Lower production costs have been a major benefit as nations and companies embrace renewables in the race to meet climate goals. Battery storage paired with solar PV is starting to become more economic to deploy than building a natural gas-fired peaking plant to keep power grids stable and provide reserves, Bilicic said.
But 2022 could be a different story.
“We have supply chain issues on top of public policy uncertainty, and it’s just causing more uncertainty,” Bilicic said. “The energy transition needs to have the foundational basis for investment, which in the United States is impacted by the public policy environment.”
On top of that, storage developers are also increasingly competing with the rapidly growing market for electric vehicles for lithium-ion batteries, according to Lazard.

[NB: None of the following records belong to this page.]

# ----------------------------------------------------------------------------- reference
def reference_state(events, diabetes, slots):
    """Plain-Python lab state: same rules, written the obvious way (loops, no windows)."""
    dx_lb = dt.timedelta(hours=slots["diagnosis_lookback_hours"])
    rs_lb = dt.timedelta(hours=slots["resolution_lookback_hours"])
    pairing = dt.timedelta(minutes=slots["anion_gap_pairing_minutes"])
    values: dict[tuple[int, dt.datetime, str], list[float]] = defaultdict(list)
    for person, minutes, analyte, specimen, value in events:
        if analyte == "ph" and specimen not in slots["ph_specimens"]:
            continue
        if analyte == "bicarbonate" and specimen not in slots["bicarbonate_specimens"]:
            continue
        values[(person, at(minutes), analyte)].append(float(value))
    point: dict[tuple[int, dt.datetime, str], float] = {}
    for key, found in values.items():
        rule = SAME_TIME.get(key[2], max)
        point[key] = (min(found) + max(found)) / 2 if rule == "mid" else rule(found)
    persons = sorted({key[0] for key in point})
    first_diabetes = {}
    for person, minutes in diabetes:
        first_diabetes[person] = min(first_diabetes.get(person, at(minutes)), at(minutes))
    out = []
    for person in persons:
        times = sorted({key[1] for key in point if key[0] == person})
        series = {a: [(t, point[(person, t, a)]) for t in times if (person, t, a) in point] for a in STATE_ANALYTES}

        def last(analyte, when, series=series):
            before = [(t, v) for t, v in series[analyte] if t <= when]
            return before[-1] if before else None

        derived = {"anion_gap": [], "anion_gap_with_k": []}
        for when in times:
            parts = {a: last(a, when) for a in ("sodium", "chloride", "bicarbonate", "potassium")}
            for name, needed in (("anion_gap", ("sodium", "chloride", "bicarbonate")),
                                 ("anion_gap_with_k", ("sodium", "potassium", "chloride", "bicarbonate"))):
                if all(parts[a] is not None for a in needed):
                    stamps = [parts[a][0] for a in needed]
                    if max(stamps) - min(stamps) <= pairing and max(stamps) == when:
                        gap = parts["sodium"][1] - (parts["chloride"][1] + parts["bicarbonate"][1])
                        if name == "anion_gap_with_k":
                            gap += parts["potassium"][1]
                        derived[name].append((when, gap))
        for when in times:
            row = {"person_id": person, "state_datetime": when,
                   "known_diabetes": person in first_diabetes and first_diabetes[person] <= when}
            for analyte in STATE_ANALYTES:
                got = last(analyte, when)
                options = [got]
                if analyte in derived:
                    earlier = [(t, v) for t, v in derived[analyte] if t <= when]
                    options.append(earlier[-1] if earlier else None)
                for prefix, bound in (("dx", dx_lb), ("rs", rs_lb)):
                    chosen = next((o for o in options if o is not None and o[0] >= when - bound), None)
                    row[f"{prefix}_{analyte}"] = chosen[1] if chosen else None
                    if prefix == "rs":
                        row[f"rs_{analyte}_datetime"] = chosen[0] if chosen else None
            out.append(row)
    return out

Considering production costs, among the most attractive places to co-locate solar with storage technology is in the Midwest and the Southwest, according to Lazard. These projects account for 35% of the new generation that developers are looking to install on the Texas grid.
When it comes to hydrogen, Lazard expects projects relying on cheap wind and solar to beat out so-called blue hydrogen that burns natural gas to split water. Right now, the levelized cost of the cheapest hydrogen projects is the equivalent of paying about $28.10 per million British thermal units for gas. Benchmark U.S. gas futures were recently trading at $6.
But there is a clear roadmap that shows how the cost of electrolyzers, which account for at least a third of project capital costs, may slide just as solar has over the past decade.
“We show continued cost decline for renewable energy,” Bilicic said.